F.L. Hoffman, a professional statistician of German birth, in _Race Traits and Tendencies of the American Negro (1896)_, has collected much valuable material but all his conclusions cannot be accepted without question. Special _Bulletins_ on the negro are published by the United States Census Bureau, of which the issues for 1904 and 1915 should especially be consulted. Some of the _Publications_ of Atlanta University contain valuable studies of special localities or occupations.
Several negroes have written histories of their race. George W. Williams’s _History of the Negro Race in America from 1619 to 1880, 2 vols. (1883)_, is old but contains material of value. William H. Thomas, in _The American Negro (1901)_, is pessimistic as to the future because of the moral delinquencies of his people. Booker T. Washington’s _The Story of the Negro, the Rise of the Race from Slavery (1909)_, on the other hand, emphasizes achievements rather than deficiencies and is optimistic in tone. Of this writer’s several other books, the _Future of the American Negro (1899)_ is the most valuable. Kelly Miller has written _Race Adjustment_ (1908) and _An Appeal to Conscience (1918), besides many articles and monographs all marked by excellent temper. On the other hand, W.E.B. Du Bois, in _The Souls of Black Folk_ (1903) and in his other writings, voices the bitterness of one to whom the color line has proved an “intolerable indignity.”

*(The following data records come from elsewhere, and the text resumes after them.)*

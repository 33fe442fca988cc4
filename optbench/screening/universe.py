"""Finding the scenario folders of a screening universe.

A universe is a folder of scenario folders, one per underlying, each holding a
chain file (``chain.csv`` or ``chain.parquet``) and ``history.csv``. A folder that is
itself a scenario is a universe of one.
"""
from __future__ import annotations

from pathlib import Path

from optbench.errors import InputError

CHAIN_NAMES = ("chain.csv", "chain.parquet", "chain.csv.gz")


def is_scenario(folder: Path) -> bool:
    return folder.is_dir() and any((folder / name).is_file() for name in CHAIN_NAMES)


def find_scenarios(root: str | Path) -> list[Path]:
    """The scenario folders under ``root`` (itself, or its sub-folders), sorted by name.

    Sub-folders without a chain file are skipped (they are not underlyings); a root
    with no scenario at all is a user error.
    """
    root = Path(root)
    if not root.exists():
        raise InputError(root, "no such folder")
    if not root.is_dir():
        raise InputError(root, "a screen needs a folder of scenario folders, not a file")
    if is_scenario(root):
        return [root]
    found = sorted((p for p in root.iterdir() if is_scenario(p)), key=lambda p: p.name)
    if not found:
        raise InputError(root, "no scenario folders here (each needs chain.csv and "
                               "history.csv)")
    return found
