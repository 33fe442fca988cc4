"""One underlying's rows of the screen: at each chosen tenor, the listed expiry
nearest to it, with implied against forecast and the cost of protection.

Everything comes from :func:`optbench.compare` and
:func:`optbench.analysis.hedge.hedge_from_comparison`; nothing is recomputed here.

Cost of protection per 1,000,000 of notional
    A protective put struck at ``floor`` × spot on the expiry, paid at the ask:
    ``premium_paid / (contracts × multiplier × spot) × 1,000,000``, i.e. the premium
    per unit of underlying scaled to the notional, free of contract rounding. Its
    expected payoff is the mean discounted payoff over the fitted model's simulated
    paths (the model's physical distribution), scaled the same way.

What a row does not recompute (the lean row, the default)
    The comparison already judges the put nearest the floor on every expiry it
    covers (:mod:`optbench.analysis.protection`): the same strike rule as the hedge
    (the listed put with an ask nearest ``floor`` × spot), its ask, and its
    model-expected discounted payoff over the comparison's simulated paths. Those
    paths are simulated once to the longest expiry from the same seed, so each
    expiry's terminal draws are the ones :func:`~optbench.analysis.hedge.
    hedge_from_comparison` would simulate again for that expiry alone. The lean row
    reads the protection figures from the comparison's floor put instead of running
    the hedge per tenor; the tolerance against the full-cost row (``full=True``, the
    hedge run per tenor) is 1e-9 relative on every number, with identical text
    columns (``tests/screening/test_lean_rows.py``). Where the hedge would add a
    note or refuse — no put with an ask, or the nearest put more than
    :data:`~optbench.analysis.hedge.STRIKE_WARN` of spot from the floor — the row
    runs the hedge itself, so its note or error is the hedge's own.
"""
from __future__ import annotations

import math
from dataclasses import dataclass, field
from pathlib import Path

NOTIONAL = 1_000_000.0
DEFAULT_TENORS = (30, 91, 182)
#: the screen fits the same default model as ``compare``: GARCH, GJR and EGARCH,
#: keeping the lowest BIC
DEFAULT_MODEL = "auto"

# column order of the screen table; every row has these keys
COLUMNS = (
    "code", "name", "tenor_days", "expiry", "calendar_days", "trading_days",
    "atm_iv", "forecast_vol", "forecast_low", "forecast_high", "iv_minus_forecast",
    "iv_forecast_ratio", "verdict", "floor", "put_strike", "protection_cost",
    "protection_expected_payoff", "protection_overpay", "protection_cost_pct_annual",
    "model", "fallback_reason", "rows_in", "rows_used", "spot", "asof", "style",
    "multiplier", "sources", "error", "folder",
    "floor_put_verdict", "put25_verdict", "drift_rule", "drift_annual", "warnings",
    "attempts", "retry_reasons",
    "fit_source", "fit_date",
)
#: ``fit_source``: ``fitted`` (estimated in this screen), ``cached`` or ``filtered``
#: (the fit cache's parameters, :mod:`optbench.screening.fit_cache`); ``fit_date``:
#: the last history date the model's parameters were estimated on
#: ``warnings`` holds the comparison's and the hedge's warnings (input disagreements,
#: dropped history rows, ATM or forecast flags) joined with "; " ('' when none)
WARNING_SEPARATOR = "; "
#: ``attempts``: how many times the underlying was started (1 = first time; more
#: after a lost worker or a transient error); ``retry_reasons``: why the earlier
#: attempts were lost, joined with "; " ('' when none) — both set by the screen
#: from the runner's outcome (optbench.screening.runner)


@dataclass(frozen=True)
class ScreenTask:
    """What one worker needs to screen one underlying (small and picklable)."""

    folder: str
    tenors: tuple[int, ...] = DEFAULT_TENORS
    floor: float = 0.90
    model: str = DEFAULT_MODEL
    dist: str = "t"
    mean: str = "constant"
    n_paths: int = 2000
    seed: int = 7
    overrides: dict = field(default_factory=dict)
    drift: str = "risk-free"
    excess_return: float | None = None
    #: True: the full-cost row (the hedge simulated again per tenor), the reference
    #: the lean row is checked against
    full: bool = False
    #: folder of the opt-in fit cache (:mod:`optbench.screening.fit_cache`), or None
    fit_cache: str | None = None
    #: most new returns a cached fit is filtered over before it is refitted
    max_filter_days: int = 21


def failed_rows(task: ScreenTask, reason: str) -> list[dict]:
    """The rows of an underlying that could not be screened: its code and the reason."""
    code = Path(task.folder).name
    return [dict.fromkeys(COLUMNS, None) | {"code": code, "name": code,
                                            "tenor_days": tenor, "error": reason,
                                            "folder": task.folder}
            for tenor in task.tenors]


def _num(x) -> float | None:
    if x is None:
        return None
    x = float(x)
    return x if math.isfinite(x) else None


def nearest_expiries(quotes, tenors) -> dict:
    """For each tenor (calendar days), the listed expiry nearest to it (the shorter
    one on a tie), among expiries after the quote date."""
    import numpy as np
    import pandas as pd

    calendar_days = quotes["calendar_days"].to_numpy()
    ahead = calendar_days > 0
    # each listed expiry once (its first quote), ordered by its calendar days
    expiries, first = np.unique(quotes["expiry"].to_numpy()[ahead], return_index=True)
    if not expiries.size:
        raise ValueError("no usable expiry in the chain")
    d = calendar_days[ahead][first]
    by_days = np.argsort(d, kind="stable")
    d, expiries = d[by_days], expiries[by_days]
    out = {}
    for tenor in tenors:
        i = int(abs(d - tenor).argmin())      # argmin takes the first (shorter) on ties
        out[tenor] = pd.Timestamp(expiries[i]).date()
    return out


def protection_figures(comparison, row, task: ScreenTask):
    """``((cost, expected payoff, overpay, cost % a year, strike), notes)`` of the put
    at the floor on ``row``'s expiry, per :data:`NOTIONAL` (module Notes).

    The lean row reads them from the comparison's floor put; the full row
    (``task.full``), and any expiry where the hedge would add a note or refuse, runs
    :func:`~optbench.analysis.hedge.hedge_from_comparison`. Raises what the hedge
    raises.
    """
    from optbench.analysis.hedge import STRIKE_WARN, contracts_for, hedge_from_comparison
    from optbench.analysis.results import HedgeRequest

    # a large notional keeps contract rounding out of the per-unit figures
    request = HedgeRequest(portfolio_value=1e3 * NOTIONAL, hedge_ratio=1.0,
                           floor=task.floor, expiry=row.expiry, structure="put")
    spot = float(comparison.spot)
    strike = float(row.floor_put_strike)
    lean = (not task.full and getattr(comparison, "fit", None) is not None
            and row.trading_days > 0 and math.isfinite(strike)
            and math.isfinite(float(row.floor_put_premium))
            and abs(strike - task.floor * spot) / spot <= STRIKE_WARN)
    if not lean:
        est = hedge_from_comparison(comparison, request, n_paths=task.n_paths,
                                    seed=task.seed)
        scale = NOTIONAL / (est.contracts * est.multiplier * spot)
        return ((est.premium_paid * scale, est.expected_payoff * scale,
                 est.overpay * scale, est.cost_pct_annual, est.strike), est.warnings)
    multiplier = float(comparison.multiplier or 100.0)
    contracts = contracts_for(request.portfolio_value, request.exposure_ratio,
                              multiplier, spot)
    units = contracts * multiplier
    premium_paid = float(row.floor_put_premium) * units          # the ask, as the hedge
    expected = float(row.floor_put_expected_payoff) * units
    scale = NOTIONAL / (units * spot)
    cost_pct = premium_paid / request.portfolio_value
    return ((premium_paid * scale, expected * scale, (premium_paid - expected) * scale,
             cost_pct * 365.0 / row.calendar_days, strike), ())


def _cached_fit(scenario, task: ScreenTask):
    """``(fit, FitOrigin)`` from the fit cache when the task names one, else
    ``(None, None)`` (the comparison fits). The cache sees the returns the
    comparison uses: the history up to the quote date."""
    if not task.fit_cache:
        return None, None
    from optbench.analysis.compare import _history_upto
    from optbench.screening.fit_cache import fit_with_cache

    hist = _history_upto(scenario.history, scenario.chain.asof, [])
    return fit_with_cache(hist.returns, hist.dates[1:], folder=task.fit_cache,
                          code=scenario.code, model=task.model, dist=task.dist,
                          mean=task.mean, max_filter_days=task.max_filter_days)


def _fit_date(scenario) -> str | None:
    """The last history date of the comparison's fit: the last close on or before the
    quote date (the comparison uses the history up to it)."""
    import numpy as np

    dates = np.asarray(scenario.history.dates, dtype="datetime64[D]")
    upto = dates[dates <= np.datetime64(scenario.chain.asof, "D")]
    return str(upto[-1]) if upto.size > 1 else None


def screen_one(task: ScreenTask) -> list[dict]:
    """Rows for one scenario folder, one per tenor. Raises on a broken underlying
    (the runner turns that into :func:`failed_rows`)."""
    from optbench.analysis.compare import compare
    from optbench.data.scenario import load_scenario
    from optbench.report.provenance import sources_text

    scenario = load_scenario(task.folder, **task.overrides)
    listed = nearest_expiries(scenario.chain.quotes, task.tenors)
    fit, origin = _cached_fit(scenario, task)
    # only the expiries the rows show are compared, and the lean row leaves out the
    # parts no column reads (cone, realized vols, history frame): the same numbers,
    # less work
    comparison = compare(scenario, model=task.model, dist=task.dist, mean=task.mean,
                         n_paths=task.n_paths, seed=task.seed,
                         expiries=sorted(set(listed.values())), floor=task.floor,
                         drift=task.drift, excess_return=task.excess_return, fit=fit,
                         lean=not task.full)
    by_expiry = {e.expiry: e for e in comparison.expiries}
    model = comparison.model
    first_notes = [origin.note] if origin is not None and origin.note else []
    # the same for every tenor of the underlying
    fit_source = origin.source if origin is not None else "fitted"
    fit_date = origin.fit_date if origin is not None else _fit_date(scenario)
    common = {
        "model": f"{model.name}/{model.dist}", "fallback_reason": model.fallback_reason,
        "rows_in": comparison.quality["rows_in"],
        "rows_used": comparison.quality["rows_used"],
        "spot": _num(comparison.spot), "asof": comparison.asof.isoformat(),
        "style": comparison.style, "multiplier": _num(comparison.multiplier),
        "sources": sources_text(comparison.sources),
        "drift_rule": comparison.drift.rule,
        "drift_annual": _num(comparison.drift.annual),
    }
    rows = []
    for tenor in task.tenors:
        row = by_expiry[listed[tenor]]
        cost = payoff = overpay = annual = strike = None
        error = None
        notes = first_notes + list(comparison.warnings)
        try:
            figures, hedge_notes = protection_figures(comparison, row, task)
            cost, payoff, overpay, annual, strike = (_num(x) for x in figures)
            notes += [w for w in hedge_notes if w not in notes]
        except Exception as err:  # the comparison row still stands without a hedge
            error = f"hedge: {err}"
        rows.append({
            "code": scenario.code, "name": scenario.name, "tenor_days": tenor,
            "expiry": row.expiry.isoformat(), "calendar_days": row.calendar_days,
            "trading_days": row.trading_days, "atm_iv": _num(row.atm_iv),
            "forecast_vol": _num(row.forecast_vol), "forecast_low": _num(row.forecast_low),
            "forecast_high": _num(row.forecast_high),
            "iv_minus_forecast": _num(row.iv_minus_forecast),
            "iv_forecast_ratio": _num(row.iv_forecast_ratio), "verdict": row.verdict,
            "floor": task.floor, "put_strike": strike, "protection_cost": cost,
            "protection_expected_payoff": payoff, "protection_overpay": overpay,
            "protection_cost_pct_annual": annual,
            "model": common["model"], "fallback_reason": common["fallback_reason"],
            "rows_in": common["rows_in"], "rows_used": common["rows_used"],
            "spot": common["spot"], "asof": common["asof"], "style": common["style"],
            "multiplier": common["multiplier"], "sources": common["sources"],
            "error": error, "folder": task.folder,
            "floor_put_verdict": row.floor_put_verdict, "put25_verdict": row.put25_verdict,
            "drift_rule": common["drift_rule"], "drift_annual": common["drift_annual"],
            "warnings": WARNING_SEPARATOR.join(notes),
            "fit_source": fit_source, "fit_date": fit_date,
        })
    return rows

Ray Stannard Baker in _Following the Color Line_ (1908) gives the observations of a trained metropolitan journalist and is eminently sane in treatment. William Archer, the English author and journalist expresses a European point of view in _Through Afro-America_ (1910). Carl Kelsey’s _The Negro Farmer_ (1903) is a careful study of agricultural conditions in eastern Virginia. A collection of valuable though unequal papers is contained in the _Annals of the American Academy of Political and Social Science under The Negro’s Progress in Fifty Years_, No. 138 (1913) and _America’s Race Problem_ (1901).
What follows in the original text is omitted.